I was see the Isolated Fudging technical here and found it interesting.
So far, I have done the problem in the post $$\sqrt{\frac{a}{b+c}} \ge \frac{ka^x}{a^x+b^x+c^x}$$ The equality case is $(0;t;t)$. If $a=0$, it's obvious. If $b=0$, set $a=c$ then we have $\fbox{$k=2$}$
To find $x$, set $b=0,c=1$ $$f(a)=\sqrt{a}-\frac{2a^x}{a^x+1}\ge 0$$ $$f'(a)=\frac{1}{2\sqrt{a}} -\frac{2xa^{x-1}(a^x+1)-2a^x\cdot xa^{x-1}}{(a^x+1)^2}$$ Let $f'(1)=0$ then $$\frac{1}{2}-\frac{4x-2x}{2}=0 \iff \fbox{$x=1$}$$ hence we get the key $$\sqrt{\frac{a}{b+c}}\ge \frac{2a}{a+b+c}$$ which can easily prove by AM GM. But is it always $\dfrac{a^x}{a^x+b^x+c^2x}$?

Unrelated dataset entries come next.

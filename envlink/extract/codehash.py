"""The source files the stored cell series depend on: the import graphs of the reading modules.

The cell-series store (:mod:`envlink.extract.store`) keeps each cell's series as
read from a grid's files, keyed by the files' identity, not by their values; so the
code that turns files into series must enter the key too. The start modules
(:data:`STARTS`) are the grid reading (:mod:`envlink.grids.open`: packing, valid
ranges, units, the time axis), the cell reader (:mod:`envlink.extract.reader`) and
the store itself (:mod:`envlink.extract.series`, :mod:`envlink.extract.store`, and
through them its segment files). :func:`dependency_files` follows the import
statements (read with :mod:`ast`) of every envlink module the start modules import,
transitively, including imports inside functions (the lazy ones) and the packages
whose ``__init__`` runs on the way; nothing is imported to find them (so naming
``grids`` here imports no module of that stage). :func:`decoding_files` keeps of
those the files under :data:`DECODING` (the package ``__init__`` files on the way
reach every stage; a new statistic or window leaves the stored series as they are),
and :func:`source_hash` is the SHA-256 over them, which the store puts in every key,
so series stored by other code are not served after any of it changes.
"""

from __future__ import annotations

import ast
import hashlib
import re
from collections.abc import Iterable, Sequence
from pathlib import Path

__all__ = ["dependency_files", "decoding_files", "source_hash", "package_root", "STARTS", "DECODING"]

PACKAGE = "envlink"
#: The grid reading, the cell reader and the store: the code that gives the stored series.
STARTS = ("envlink.grids.open", "envlink.extract.reader", "envlink.extract.series", "envlink.extract.store")
#: The paths (relative to the package's folder) of the start modules' import graph that
#: the store's key covers: the grid stage, the shared core, and the extract stage's
#: reading and storing of cells.
DECODING = (
    "envlink/grids/", "envlink/core/", "envlink/errors.py", "envlink/geo.py", "envlink/extract/reader.py",
    "envlink/extract/series.py", "envlink/extract/store.py", "envlink/extract/storefiles.py",
    "envlink/extract/segments.py", "envlink/extract/codehash.py",
)


def package_root() -> Path:
    """The folder that holds the ``envlink`` package."""
    return Path(__file__).resolve().parents[2]


def _module_file(root: Path, module: str) -> Path | None:
    base = root.joinpath(*module.split("."))
    if (base / "__init__.py").is_file():
        return base / "__init__.py"
    path = base.with_suffix(".py")
    return path if path.is_file() else None


#: An import statement at any indentation (so the lazy ones inside functions too),
#: parenthesised names included; each match is then read with :mod:`ast`.
_IMPORT = re.compile(rb"^[ \t]*(?:from[ \t]+[\w.]+[ \t]+import[ \t]+(?:\([^)]*\)|[^\n]*)|import[ \t]+[^\n]*)",
                     re.MULTILINE)


def _imported(path: Path, module: str) -> set[str]:
    """Every envlink module (or module attribute) named by an import statement in ``path``.

    Import statements are found by their first words and parsed one by one with
    :mod:`ast` (parsing whole modules costs ten times more); a match that does not
    parse (prose in a docstring) is no import.
    """
    try:
        source = path.read_bytes()
    except OSError:
        return set()
    package = module if path.name == "__init__.py" else module.rpartition(".")[0]
    names: set[str] = set()
    for match in _IMPORT.finditer(source):
        try:
            nodes = ast.parse(match.group(0).strip()).body
        except (SyntaxError, ValueError):
            continue
        for node in nodes:
            if isinstance(node, ast.Import):
                names.update(alias.name for alias in node.names)
            elif isinstance(node, ast.ImportFrom):
                base = node.module or ""
                if node.level:  # relative: from the module's own package upwards
                    anchor = package.rsplit(".", node.level - 1)[0] if node.level > 1 else package
                    base = f"{anchor}.{base}" if base else anchor
                names.add(base)
                names.update(f"{base}.{alias.name}" for alias in node.names)
    return {n for n in names if n == PACKAGE or n.startswith(PACKAGE + ".")}


def dependency_files(start: str | Sequence[str] = STARTS, root: Path | None = None) -> list[Path]:
    """The source files of ``start`` and of every envlink module it imports, transitively.

    Parameters
    ----------
    start : str or sequence of str
        The module(s) to start from (default :data:`STARTS`).
    root : path, optional
        The folder holding the ``envlink`` package (default: this installation's).

    Returns
    -------
    list of Path
        Sorted by their path relative to ``root``.

    Examples
    --------
    >>> names = {p.relative_to(package_root()).as_posix() for p in dependency_files()}
    >>> {"envlink/extract/reader.py", "envlink/grids/decode.py", "envlink/geo.py"} <= names
    True
    """
    root = Path(root) if root is not None else package_root()
    seen: dict[str, Path] = {}
    todo = [start] if isinstance(start, str) else list(start)
    while todo:
        module = todo.pop()
        parts = module.split(".")
        for k in range(1, len(parts) + 1):  # the packages on the way run their __init__
            name = ".".join(parts[:k])
            if name in seen:
                continue
            path = _module_file(root, name)
            if path is None:  # an attribute of a module, not a module
                continue
            seen[name] = path
            todo.extend(_imported(path, name))
    return sorted(set(seen.values()), key=lambda p: p.relative_to(root).as_posix())


def decoding_files(root: Path | None = None) -> list[Path]:
    """The files of :func:`dependency_files` (from :data:`STARTS`) under :data:`DECODING`.

    Examples
    --------
    >>> names = {p.relative_to(package_root()).as_posix() for p in decoding_files()}
    >>> {"envlink/grids/decode.py", "envlink/extract/store.py", "envlink/extract/segments.py"} <= names
    True
    >>> "envlink/extract/statistics.py" in names
    False
    """
    root = Path(root) if root is not None else package_root()
    return [p for p in dependency_files(STARTS, root) if p.relative_to(root).as_posix().startswith(DECODING)]


def source_hash(files: Iterable[Path], root: Path | None = None) -> str:
    """SHA-256 hex over the files' names (relative to ``root``) and bytes, in the given order."""
    root = Path(root) if root is not None else package_root()
    h = hashlib.sha256()
    for f in files:
        h.update(f"{f.relative_to(root).as_posix()}\x00".encode())
        try:
            h.update(f.read_bytes())
        except OSError:
            h.update(b"<unreadable>")
        h.update(b"\x00")
    return h.hexdigest()
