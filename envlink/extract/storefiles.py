"""The cell-series store's files: listing, clearing, size limit (least recently used), compaction.

The store's root holds one folder per grid identity (see :mod:`envlink.extract.store`),
each with a ``grid.json`` describing the grid and immutable segment files
(:mod:`envlink.extract.segments`). These functions work on that layout only; two
runs may call them at once (a file another run removed first is skipped).
"""

from __future__ import annotations

import datetime as _dt
import json
import os
import shutil
import time
from collections.abc import Iterator
from dataclasses import dataclass
from pathlib import Path

import numpy as np

from envlink.extract.segments import SUFFIX, TMP_PREFIX, Segment, read_segment, write_segment

__all__ = ["StoreInfo", "list_stores", "clear_stores", "evict", "compact", "remove_stale", "segment_files",
           "GRID_FILE", "MAX_SEGMENTS"]

GRID_FILE = "grid.json"
#: Segments of one grid beyond which they are merged into one.
MAX_SEGMENTS = 8
#: A temporary file older than this (seconds) belongs to no running writer.
_STALE_TMP_S = 3600.0
#: An empty grid folder younger than this (seconds) may be about to get its first segment.
_YOUNG_FOLDER_S = 600.0


def segment_files(folder: Path) -> list[os.DirEntry[str]]:
    """The segment files of a grid folder, oldest name first (names start with the time written)."""
    try:
        with os.scandir(folder) as it:
            return sorted((e for e in it if e.name.endswith(SUFFIX) and e.is_file()), key=lambda e: e.name)
    except OSError:
        return []


def _grid_folders(root: Path) -> Iterator[Path]:
    try:
        with os.scandir(root) as it:
            folders = [Path(e.path) for e in it if e.is_dir() and (Path(e.path) / GRID_FILE).is_file()]
    except OSError:
        return
    yield from sorted(folders)


def _unlink(path: Path | str) -> int:
    """Remove a file; its size, or 0 when another run removed it first."""
    try:
        size = os.stat(path).st_size
        os.unlink(path)
        return size
    except OSError:
        return 0


def _pid_alive(pid: int) -> bool:
    try:
        os.kill(pid, 0)
    except ProcessLookupError:
        return False
    except (PermissionError, OSError):
        return True
    return True


def remove_stale(folder: Path) -> int:
    """Remove temporary files that no running writer owns (a run killed mid-write); their count.

    A temporary file ``.tmp-<pid>-<token>`` is stale when its process is gone (on this
    machine) or when it is older than an hour (a writer elsewhere on a shared disk).
    """
    removed = 0
    now = time.time()
    try:
        entries = [e for e in os.scandir(folder) if e.name.startswith(TMP_PREFIX)]
    except OSError:
        return 0
    for e in entries:
        pid_text = e.name[len(TMP_PREFIX):].split("-", 1)[0]
        try:
            old = now - e.stat().st_mtime > _STALE_TMP_S
        except OSError:
            continue
        dead = pid_text.isdigit() and int(pid_text) != os.getpid() and not _pid_alive(int(pid_text))
        if old or dead:
            removed += _unlink(e.path) > 0
    return removed


@dataclass(frozen=True)
class StoreInfo:
    """One grid's store, for ``envlink cache``: its key, what it holds, its size and last use."""

    key: str
    folder: Path
    label: str
    variable: str
    cells: int
    empty_cells: int
    span: str
    segments: int
    size: int
    last_use: float

    def last_use_text(self) -> str:
        """The last use as ISO 8601 UTC to the second (``-`` when never)."""
        if not self.last_use:
            return "-"
        return _dt.datetime.fromtimestamp(self.last_use, tz=_dt.UTC).strftime("%Y-%m-%dT%H:%M:%SZ")


def _meta(folder: Path) -> dict[str, object]:
    try:
        meta = json.loads((folder / GRID_FILE).read_text(encoding="utf-8"))
    except (OSError, ValueError):
        return {}
    return meta if isinstance(meta, dict) else {}


def _label(meta: dict[str, object]) -> str:
    files = meta.get("files")
    if isinstance(files, list) and files and isinstance(files[0], dict):
        more = f" (and {len(files) - 1} more files)" if len(files) > 1 else ""
        return str(files[0].get("path", "?")) + more
    return "?"


def list_stores(root: Path) -> list[StoreInfo]:
    """Every grid's store under ``root`` (largest first)."""
    out = []
    for folder in _grid_folders(root):
        meta = _meta(folder)
        cells: list[np.ndarray] = []
        empty: list[np.ndarray] = []
        size, last = 0, 0.0
        entries = segment_files(folder)
        for e in entries:
            try:
                seg = read_segment(Path(e.path))
                st = e.stat()
            except OSError:
                continue
            size += st.st_size
            last = max(last, st.st_mtime)
            if seg is not None:
                cells.append(seg.cells)
                empty.append(seg.empty)
        n_cells = int(np.unique(np.concatenate(cells)).size) if cells else 0
        n_empty = int(np.setdiff1d(np.concatenate(empty), np.concatenate(cells) if cells else []).size) \
            if empty else 0
        span = meta.get("time_span")
        out.append(StoreInfo(folder.name, folder, _label(meta), str(meta.get("variable", "?")), n_cells, n_empty,
                             " to ".join(span) if isinstance(span, list) else "?", len(entries), size, last))
    return sorted(out, key=lambda s: (-s.size, s.key))


def clear_stores(root: Path, keys: list[str] | None = None) -> tuple[int, int]:
    """Remove every grid's store (``keys`` None) or those whose key starts with one of ``keys``.

    Returns the number of stores removed and the bytes freed.
    """
    removed, freed = 0, 0
    for folder in list(_grid_folders(root)):
        if keys is not None and not any(folder.name.startswith(k) for k in keys):
            continue
        freed += sum(e.stat().st_size for e in os.scandir(folder) if e.is_file())
        shutil.rmtree(folder, ignore_errors=True)
        removed += 1
    return removed, freed


def evict(root: Path, limit: int, keep: set[Path] | frozenset[Path] = frozenset()) -> int:
    """Remove the least recently used segments until the store is at most ``limit`` bytes.

    Segments are touched (their modification time set) when a run uses them, so the
    oldest modification time is the least recently used. Segments in ``keep`` (the one
    just written) go last. Grid folders left without segments are removed once they
    are older than a few minutes. Returns the bytes freed.
    """
    entries = []
    for folder in _grid_folders(root):
        for e in segment_files(folder):
            try:
                st = e.stat()
            except OSError:
                continue
            entries.append((Path(e.path) in keep, st.st_mtime, e.path, st.st_size))
    total = sum(e[3] for e in entries)
    freed = 0
    for _, _, path, _ in sorted(entries):
        if total - freed <= limit:
            break
        freed += _unlink(path)
    now = time.time()
    for folder in _grid_folders(root):
        try:
            young = now - (folder / GRID_FILE).stat().st_mtime < _YOUNG_FOLDER_S
        except OSError:
            continue
        if not young and not segment_files(folder):
            shutil.rmtree(folder, ignore_errors=True)
    return freed


def compact(folder: Path, segments: list[Segment]) -> Path | None:
    """Merge ``segments`` (of one grid) into one new segment, then remove them.

    Each cell is taken once (from the first segment that holds it); cells known to be
    empty are the union, less those with a series. Returns the new segment, or None
    when there was nothing to merge.
    """
    if len(segments) < 2:
        return None
    nt, dtype = segments[0].nt, segments[0].dtype
    segments = [s for s in segments if s.nt == nt and s.dtype == dtype]
    union = np.unique(np.concatenate([s.cells for s in segments]))
    owner = np.full(union.size, -1, dtype=np.int64)
    where = np.zeros(union.size, dtype=np.int64)
    for k, seg in enumerate(segments):
        pos = np.searchsorted(union, seg.cells)
        free = owner[pos] < 0
        owner[pos[free]] = k
        where[pos[free]] = np.nonzero(free)[0]
    empty = np.setdiff1d(np.unique(np.concatenate([s.empty for s in segments])), union)
    step = max(1, 2**24 // max(nt * dtype.itemsize, 1))

    def blocks() -> Iterator[np.ndarray]:
        for a in range(0, union.size, step):
            b = min(a + step, union.size)
            out = np.empty((b - a, nt), dtype=dtype)
            for k, seg in enumerate(segments):
                mine = np.nonzero(owner[a:b] == k)[0]
                if mine.size:
                    out[mine] = seg.rows(where[a:b][mine])
            yield out

    path = write_segment(folder, union, empty, nt, dtype, blocks)
    for seg in segments:
        _unlink(seg.path)
    return path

I find this $$\frac{(2a+b+c)\sqrt{a^2+bc}}{\sqrt{(b^2+ca)(c^2+ab)}} +\frac{(2b+c+a)\sqrt{b^2+ca}}{\sqrt{(c^2+ab)(a^2+bc)}}+\frac{(2c+a+b)\sqrt{c^2+ab}}{\sqrt{(a^2+bc)(b^2+ca)}}\ge 8$$ true for $a,b,c \ge 0$. Equality case $(0;t;t)$. Obviously, $\dfrac{a^x}{a^x+b^x+c^x}$ doesn't work for $a=0$, then I try $$\frac{(2a+b+c)\sqrt{a^2+bc}}{\sqrt{(b^2+ca)(c^2+ab)}} \ge \frac{k(b^x+c^x)}{a^x+b^x+c^x}$$ When I set $a=0, b=c$ then $k=2$. But if $b=0, a=c$ then $k=3$, so that I don't know how to choose.
Also, another estimate $$\frac{(2a+b+c)\sqrt{a^2+bc}}{\sqrt{(b^2+ca)(c^2+ab)}} \ge \frac{k((ab)^x+(ac)^x)+m(bc)^x}{(ab)^x+(bc)^x+(ca)^x}$$ choose $a=0,b=c$ we get $m=2$. Choose $a=c,b=0$ then we get $k=3$. To find $x$, set $b=0,c=1$ then we can't find $x$. Set $b=c=1$ $$f(a)=2\sqrt{a^2+1}-\frac{6a^x+2}{2a^x+1} \ge 0$$ $$f'(a)=\frac{1}{\sqrt{a^2+1}}+\frac{6xa^{x-1}(2a^x+1)-(6a^x+2)2xa^{x-1}}{(2a+1)^2} $$ Obviously, we have to set $f'(0)=0$ to find $x$, which is impossible.
Can anyone help me with this Isolated Fudging for equality case $(0;t;t)$ and further, two equality cases $(t;t;t)$ and $(0;t;t)$. Thanks a lot!